Much ado has been made of Barack Obama's purported declaration that "If you've got a business- you didn't build that." Democratic pleas that the President's remarks are being taken out of context will have little effect in certain quarters of the electorate. It is ridiculous to suggest, as Republicans contend, that Obama was wholesale denying the value of individual initiative and entrepreneurship. He was, however, arguing that our social responsibilities and indebtedness remain robust, even grow, as our individual success contributes to the general prosperity. That message will never be welcome among voters who are persuaded that taxes must never be raised on "job creators," no matter how much context is provided for the President's phraseology.
In fairness, Mitt Romney's words have been subject to similar parsing in the course of this campaign. In August of 2011, during a soapbox talk at the Iowa State Fair, Romney made the unfortunately phrased declaration that "corporations are people, my friend." Debbie Wasserman Schultz, chairman of the Democratic National Committee, called this a "shocking admission." Republicans would correctly point out that Romney's words are only shocking if you misconstrue his meaning and elide his subsequent remarks.

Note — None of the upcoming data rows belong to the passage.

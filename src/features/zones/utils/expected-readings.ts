import type { LoopWiring } from '@server/zones/schema';
import { formatOhms } from '@/features/zones/utils/ohms';

export type ExpectedReadings = { normal: string; alarm: string };

const isResistor = (ohms: unknown): ohms is number =>
  typeof ohms === 'number' && Number.isFinite(ohms) && ohms > 0;

/**
 * What a meter across the loop should read, from the resistor values alone. Nominal values only:
 * the bands with tolerance and cable resistance come from the calculation module (server/calc/loop),
 * and the zone editor shows both, so the nominal figure can be checked against the resistors.
 *
 * - Two-resistor loop: the tamper resistor is in series and the alarm resistor sits across the
 *   alarm contact, so the closed contact reads the tamper value and the open one adds the two.
 * - One-resistor loop: the resistor is the whole loop; an alarm opens it.
 * - Closed loop: no resistors; the alarm contact opens the loop.
 *
 * Returns null while the values the wiring needs are missing or unreadable.
 */
export function expectedReadings(
  wiring: LoopWiring | undefined,
  tamperOhms: unknown,
  alarmOhms: unknown,
): ExpectedReadings | null {
  switch (wiring) {
    case 'two_resistor':
      if (!isResistor(tamperOhms) || !isResistor(alarmOhms)) return null;
      return { normal: formatOhms(tamperOhms), alarm: formatOhms(tamperOhms + alarmOhms) };
    case 'one_resistor':
      if (!isResistor(alarmOhms)) return null;
      return { normal: formatOhms(alarmOhms), alarm: 'open circuit' };
    case 'closed_loop_separate_tamper':
      return { normal: 'closed (near 0 Ω)', alarm: 'open circuit' };
    default:
      return null;
  }
}

/** Which resistor values the wiring takes, so the form shows and asks only for those. */
export function resistorsFor(wiring: LoopWiring | undefined): { tamper: boolean; alarm: boolean } {
  // Until the wiring is chosen, both fields show, so nothing seems to be missing.
  return {
    tamper: wiring !== 'one_resistor' && wiring !== 'closed_loop_separate_tamper',
    alarm: wiring !== 'closed_loop_separate_tamper',
  };
}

The former Governor did not mean that corporations themselves have the moral status of human beings, but that "everything corporations earn ultimately goes to people."
Still, put into the larger context of his campaign message, Romney's statement does draw a clear contrast between his perspective and that of the President. This June in Wisconsin, Romney accused the President of being "out of touch," saying, "He says we need more fireman, more policeman, more teachers. Did he
not get the message of Wisconsin? The American people did. It’s time for
us to cut back on government and help the American people." If we place this quote next to Romney's declaration of last August; what other implication can we draw except that corporations are people, but firemen, policemen, and teachers are not?
Romney's defenders would no doubt insist that this is a misreading of the candidate's words. At the very least, however, they beg an inquiry into his larger perspective. If Romney is spontaneously capable of articulating that "everything corporations earn ultimately goes to people;" why is he not likewise intuitively capable of acknowledging that everyone rescued, protected or educated by the groups he denigrates are people too?
Though a narrow focus on a candidate's phrasing offers little insight into his or her policy positions, the extemporaneous choice of words can open a window onto a candidate's general values, priorities, and political reflexes. Whether any of the statements quoted above represent genuine "gaffes," they do in some sense offer a picture of two general world views. The President spontaneously stresses our responsibilities to one another over the rewards due individual initiative. Mitt Romney, by contrast, reflexively exalts monetary earnings and and is dismissive of personal labor. This fall the voters must decide which perspective they find more humanistic and humane, which represents a clearer and more positive break with our recent past, and which will best serve the nation in a time of economic distress.